1 Per Cento - The Power of Marginal Gains

A wise man once instructed, while glaring at his disciples unblinkingly (and in a gravelly, poised tone):

"You're never staying the same: If you're not getting better, you're getting worse. Take every day as an opportunity to GET BETTER."

Bob Guyer, my high school football coach, gave a lot of other advice too:

"Find a way to make a contribution." 

"You should have no doubt in your minds what you're about to do tonight."

"I want you to explode out of your stance, like your head looks like it's about to explode out of its helmet!"

But the man wasn't wrong! Even though he was self-proclaimed "not a Mathmagician".

The results from improving just 1% a day are absolutely staggering.

If you can manage to improve any skill by a mere 1% a day, you will be 37 TIMES better at it in 1 year. The theory originates from Sir Dave Brailsford's winning strategy of cumulative small improvements which took the British cycling team from non-competitors, to winning Olympic Gold medals. 

He called it "The Aggregation of Marginal Gains".

Engineers may know this as Kaizen or Continuous Improvement.

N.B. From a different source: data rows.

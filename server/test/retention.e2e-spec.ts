import type {
  ChecklistItem,
  InspectionResponse,
  ResultUpsert,
  RetentionPurgeResult,
  RetentionSettings,
} from '@yardcall/shared';
import { randomUUID } from 'node:crypto';
import { existsSync } from 'node:fs';
import { join } from 'node:path';
import request from 'supertest';
import { bearer, bodyOf, errorBody, newTractor, putAnswers, signAndSubmit, startInspection, suiteApp } from './helpers';
import { JOB_RETENTION_PURGE } from '../src/jobs/job-names';
import { JobsService } from '../src/jobs/jobs.service';
import { makeWav } from './media-fixtures';

// Two years back: older than any retention setting this suite uses.
const AGE = "interval '2 years'";

describe('record retention', () => {
  const { t, tokens } = suiteApp(() => setMonths(3));

  const settings = async () =>
    bodyOf<RetentionSettings>(await request(t.url).get('/api/organizations/retention').set(bearer(tokens.admin)));
  const setMonths = (months: unknown) =>
    request(t.url).patch('/api/organizations/retention').set(bearer(tokens.admin)).send({ months });

  it('keeps three months by default and refuses less, naming the rule', async () => {
    const current = await settings();
    expect(current).toMatchObject({ months: 3, minimumMonths: 3 });
    const cutoff = new Date(current.cutoff);
    const expected = new Date();
    expected.setUTCMonth(expected.getUTCMonth() - 3);
    expect(Math.abs(cutoff.getTime() - expected.getTime())).toBeLessThan(4 * 86_400_000);

    const tooShort = await setMonths(2);
    expect(tooShort.status).toBe(400);
    expect(errorBody(tooShort).fields).toEqual([
      { field: 'months', message: expect.stringContaining('49 CFR 396.11(a)(4)') as string },
    ]);
    expect(errorBody(tooShort).message).toMatch(/at least 3 months/);
    expect((await setMonths(2.5)).status).toBe(400);
    expect((await setMonths('six')).status).toBe(400);
    expect((await settings()).months).toBe(3);

    const longer = await setMonths(18);
    expect(longer.status).toBe(200);
    expect(bodyOf<RetentionSettings>(longer).months).toBe(18);
    const [row] = await t.dataSource.query<{ retention_months: number }[]>(
      `SELECT o.retention_months FROM organizations o JOIN users u ON u.organization_id = o.id WHERE u.email = $1`,
      ['admin@yardcall.test'],
    );
    expect(row!.retention_months).toBe(18);
    expect((await setMonths(3)).status).toBe(200);
  });

  it('refuses everyone but the admin', async () => {
    for (const role of ['driver', 'mechanic', 'supervisor', 'trainer'] as const) {
      expect((await request(t.url).get('/api/organizations/retention').set(bearer(tokens[role]))).status).toBe(403);
      expect((await request(t.url).post('/api/organizations/retention/purge').set(bearer(tokens[role]))).status).toBe(
        403,
      );
    }
  });

  // A submitted walk-around with the given defects (answered as defects) and a voice note on the first item.
  async function report(pick: (items: ChecklistItem[]) => ChecklistItem[]): Promise<InspectionResponse> {
    const vehicle = await newTractor(t.url, tokens.admin, 'RT');
    const started = await startInspection(t.url, tokens.driver, { vehicleIds: [vehicle.id] });
    const bad = new Set(pick(started.checklist.items).map((i) => i.key));
    const results: ResultUpsert[] = started.checklist.items.slice(0, 20).map((item) => ({
      itemKey: item.key,
      answer: bad.has(item.key) ? 'defect' : 'pass',
      answeredAt: new Date().toISOString(),
      clientId: randomUUID(),
    }));
    for (const key of bad) {
      if (!results.some((r) => r.itemKey === key)) {
        results.push({ itemKey: key, answer: 'defect', answeredAt: new Date().toISOString(), clientId: randomUUID() });
      }
    }
    await putAnswers(t.url, tokens.driver, started.id, results);
    const note = await request(t.url)
      .post(`/api/inspections/${started.id}/notes`)
      .set(bearer(tokens.driver))
      .field('itemKey', started.checklist.items[0]!.key)
      .field('clientId', randomUUID())
      .field('durationMs', '250')
      .attach('file', makeWav(250), { filename: 'note.wav', contentType: 'audio/wav' });
    expect(note.status).toBe(201);
    return signAndSubmit(t.url, tokens.driver, started.id);
  }

  const minor = (items: ChecklistItem[]) => [items.find((i) => !i.safety && i.expects.type === 'check')!];

  async function repair(defectId: string) {
    const response = await request(t.url)
      .post(`/api/defects/${defectId}/repair`)
      .set(bearer(tokens.mechanic))
      .send({ action: 'repaired', note: 'Replaced.', signature: { name: 'Rui Almeida' } });
    expect(response.status).toBe(201);
  }

  // Every record of the inspection moved two years back.
  async function age(inspectionId: string, except: 'signatures' | null = null) {
    const q = (sql: string) => t.dataSource.query(sql, [inspectionId]);
    await q(
      `UPDATE inspections SET started_at = started_at - ${AGE}, submitted_at = submitted_at - ${AGE}, updated_at = updated_at - ${AGE}, created_at = created_at - ${AGE} WHERE id = $1`,
    );
    await q(`UPDATE item_results SET answered_at = answered_at - ${AGE} WHERE inspection_id = $1`);
    await q(
      `UPDATE defects SET created_at = created_at - ${AGE}, updated_at = updated_at - ${AGE} WHERE inspection_id = $1`,
    );
    await q(
      `UPDATE repairs SET signed_at = signed_at - ${AGE} WHERE defect_id IN (SELECT id FROM defects WHERE inspection_id = $1)`,
    );
    if (except !== 'signatures')
      await q(`UPDATE signatures SET signed_at = signed_at - ${AGE} WHERE inspection_id = $1`);
    await q(`UPDATE voice_notes SET created_at = created_at - ${AGE} WHERE inspection_id = $1`);
    await q(`UPDATE photos SET created_at = created_at - ${AGE} WHERE inspection_id = $1`);
  }

  async function rowsOf(inspectionId: string): Promise<Record<string, number>> {
    const [row] = await t.dataSource.query<Record<string, number>[]>(
      `SELECT (SELECT count(*) FROM inspections WHERE id = $1)::int AS inspections,
              (SELECT count(*) FROM item_results WHERE inspection_id = $1)::int AS "itemResults",
              (SELECT count(*) FROM voice_notes WHERE inspection_id = $1)::int AS "voiceNotes",
              (SELECT count(*) FROM defects WHERE inspection_id = $1)::int AS defects,
              (SELECT count(*) FROM repairs p JOIN defects d ON d.id = p.defect_id WHERE d.inspection_id = $1)::int AS repairs,
              (SELECT count(*) FROM signatures WHERE inspection_id = $1)::int AS signatures,
              (SELECT count(*) FROM inspection_vehicles WHERE inspection_id = $1)::int AS "inspectionVehicles"`,
      [inspectionId],
    );
    return row!;
  }

  it('purges only what is older than the cutoff: never a younger record, nor one with an open defect', async () => {
    const old = await report(minor);
    await repair(old.defects[0]!.id);
    await age(old.id);
    const oldOpen = await report(minor);
    await age(oldOpen.id);
    const young = await report(minor);
    await repair(young.defects[0]!.id);
    // Old, but a signature of it is recent (e.g. the next driver's review): kept whole.
    const recentlySigned = await report(() => []);
    await age(recentlySigned.id, 'signatures');

    const before = await rowsOf(old.id);
    expect(before).toMatchObject({ inspections: 1, voiceNotes: 1, defects: 1, repairs: 1, inspectionVehicles: 1 });
    expect(before.signatures).toBeGreaterThanOrEqual(2);
    const [note] = await t.dataSource.query<{ object_key: string }[]>(
      'SELECT object_key FROM voice_notes WHERE inspection_id = $1',
      [old.id],
    );
    // The local store keeps files under data/ in STORAGE_DIR (a throw-away folder in tests).
    const file = join(process.env.STORAGE_DIR!, 'data', note!.object_key);
    expect(existsSync(file)).toBe(true);

    const response = await request(t.url).post('/api/organizations/retention/purge').set(bearer(tokens.admin));
    expect(response.status).toBe(200);
    const result = bodyOf<RetentionPurgeResult>(response);
    expect(Date.parse(result.cutoff)).toBeLessThan(Date.now() - 80 * 86_400_000);
    expect(result.removed.inspections).toBeGreaterThanOrEqual(1);
    expect(result.removed.itemResults).toBeGreaterThanOrEqual(before.itemResults!);
    expect(result.removed.voiceNotes).toBeGreaterThanOrEqual(1);
    expect(result.removed.defects).toBeGreaterThanOrEqual(1);
    expect(result.removed.repairs).toBeGreaterThanOrEqual(1);
    expect(result.removed.signatures).toBeGreaterThanOrEqual(before.signatures!);
    expect(result.removed.storedObjects).toBeGreaterThanOrEqual(1);
    expect(result.keptWithOpenDefects).toBeGreaterThanOrEqual(1);

    expect(await rowsOf(old.id)).toEqual({
      inspections: 0,
      itemResults: 0,
      voiceNotes: 0,
      defects: 0,
      repairs: 0,
      signatures: 0,
      inspectionVehicles: 0,
    });
    expect(existsSync(file)).toBe(false);
    for (const kept of [oldOpen, young, recentlySigned]) {
      const rows = await rowsOf(kept.id);
      expect(rows.inspections).toBe(1);
      expect(rows.voiceNotes).toBe(1);
      expect((await request(t.url).get(`/api/inspections/${kept.id}`).set(bearer(tokens.supervisor))).status).toBe(200);
    }
    expect((await request(t.url).get(`/api/inspections/${old.id}`).set(bearer(tokens.supervisor))).status).toBe(404);

    // A second purge finds nothing more of these.
    const again = bodyOf<RetentionPurgeResult>(
      await request(t.url).post('/api/organizations/retention/purge').set(bearer(tokens.admin)),
    );
    expect(again.removed.inspections).toBe(0);
  });

  it('keeps an old report while the setting is longer than its age', async () => {
    const old = await report(() => []);
    // One year back: inside an 18-month setting, outside the 3-month default.
    await t.dataSource.query(
      `UPDATE inspections SET started_at = started_at - interval '1 year', submitted_at = submitted_at - interval '1 year', updated_at = updated_at - interval '1 year' WHERE id = $1`,
      [old.id],
    );
    await t.dataSource.query(
      `UPDATE item_results SET answered_at = answered_at - interval '1 year' WHERE inspection_id = $1`,
      [old.id],
    );
    await t.dataSource.query(
      `UPDATE signatures SET signed_at = signed_at - interval '1 year' WHERE inspection_id = $1`,
      [old.id],
    );
    await t.dataSource.query(
      `UPDATE voice_notes SET created_at = created_at - interval '1 year' WHERE inspection_id = $1`,
      [old.id],
    );
    expect((await setMonths(18)).status).toBe(200);
    await request(t.url).post('/api/organizations/retention/purge').set(bearer(tokens.admin));
    expect((await rowsOf(old.id)).inspections).toBe(1);
    expect((await setMonths(3)).status).toBe(200);
    await request(t.url).post('/api/organizations/retention/purge').set(bearer(tokens.admin));
    expect((await rowsOf(old.id)).inspections).toBe(0);
  });

  it('runs the purge as a job on the queue', async () => {
    const old = await report(() => []);
    await age(old.id);
    const id = await t.app.get(JobsService).send(JOB_RETENTION_PURGE, {});
    expect(id).toEqual(expect.any(String));
    const until = Date.now() + 15_000;
    let state: string | undefined;
    while (Date.now() < until) {
      state = (await t.app.get(JobsService).stateOf(JOB_RETENTION_PURGE, id!))?.state;
      if (state === 'completed' || state === 'failed') break;
      await new Promise((resolve) => setTimeout(resolve, 250));
    }
    expect(state).toBe('completed');
    expect((await rowsOf(old.id)).inspections).toBe(0);
  });

  it('schedules the purge daily on the job queue', async () => {
    const rows = await t.dataSource.query<{ name: string; cron: string }[]>(
      "SELECT name, cron FROM pgboss.schedule WHERE name = 'retention-purge'",
    );
    expect(rows).toEqual([{ name: 'retention-purge', cron: '17 3 * * *' }]);
  });
});
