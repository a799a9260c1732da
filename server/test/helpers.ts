import type { INestApplication } from '@nestjs/common';
import { NestFactory } from '@nestjs/core';
import type { LoginResponse, Role } from '@yardcall/shared';
import type { Server } from 'node:http';
import type { AddressInfo } from 'node:net';
import request from 'supertest';
import { DataSource } from 'typeorm';
import { AppModule } from '../src/app.module';
import { configureApp } from '../src/app.setup';
import { DEMO_PASSWORD } from '../src/database/seed-data';

export { bodyOf, errorBody } from './http';

export const ROLE_EMAILS: Record<Role, string> = {
  driver: 'driver@yardcall.test',
  mechanic: 'mechanic@yardcall.test',
  supervisor: 'supervisor@yardcall.test',
  trainer: 'trainer@yardcall.test',
  admin: 'admin@yardcall.test',
};
export const OTHER_ORG_ADMIN = 'admin@tamarack-bay.test';

export interface TestApp {
  app: INestApplication;
  url: string;
  dataSource: DataSource;
  close(): Promise<void>;
}

// The real app over real HTTP on a free loopback port.
export async function startApp(): Promise<TestApp> {
  const app = await NestFactory.create(AppModule, { logger: ['error', 'warn'], abortOnError: false });
  configureApp(app);
  await app.listen(0, '127.0.0.1');
  const { port } = (app.getHttpServer() as Server).address() as AddressInfo;
  return {
    app,
    url: `http://127.0.0.1:${port}`,
    dataSource: app.get(DataSource),
    close: () => app.close(),
  };
}

export async function login(url: string, email: string, password = DEMO_PASSWORD): Promise<LoginResponse> {
  const response = await request(url).post('/api/auth/login').send({ email, password });
  if (response.status !== 200) throw new Error(`login ${email} answered ${response.status}: ${response.text}`);
  return response.body as LoginResponse;
}

export async function tokensByRole(url: string): Promise<Record<Role, string>> {
  const entries = await Promise.all(
    (Object.entries(ROLE_EMAILS) as [Role, string][]).map(
      async ([role, email]) => [role, (await login(url, email)).accessToken] as const,
    ),
  );
  return Object.fromEntries(entries) as Record<Role, string>;
}

export function bearer(token: string): { Authorization: string } {
  return { Authorization: `Bearer ${token}` };
}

Whether you're truly improving by exactly 1% every single day isn't the point - it's a philosophy of forward progress towards a worth goal.

At TRO designs, we're not just sitting on our culos.

Tiny improvements are being added to our components, typically before our next production run.

Something as small as changing the pin material for our V2 oil filter cover. We've only had positive responses to this part, but it wasn't as good as it could be. After using the pin to remove the cover, we noticed the relatively soft 18-8 Stainless Steel had been slightly indented by the pliers' jaws.

The switch to a harder Stainless alloy (416) has eliminated it. It's a little more expensive, but it's on the path to Motorcycling Excellence.

The V4 cover also had related modifications done. Under very hard sideways force (not typical) during oil filter cover removal, the quick release pin could unlock itself. Having that possibility wasn't good enough for us.

We altered the pin holes with a combination of increased chamfers to 60° and deepened them, effectively lowering the engagement length of the pin.

Result? The pin's detent ball has more clearance and more fully engages the locking mechanism. There's now a more satisfying "click" on inserting the quick release pin, and it doesn't budge. Yet it isn't loose, the pin handle still won't rotate. It's a quality part that belongs on Ducati Motorcycles.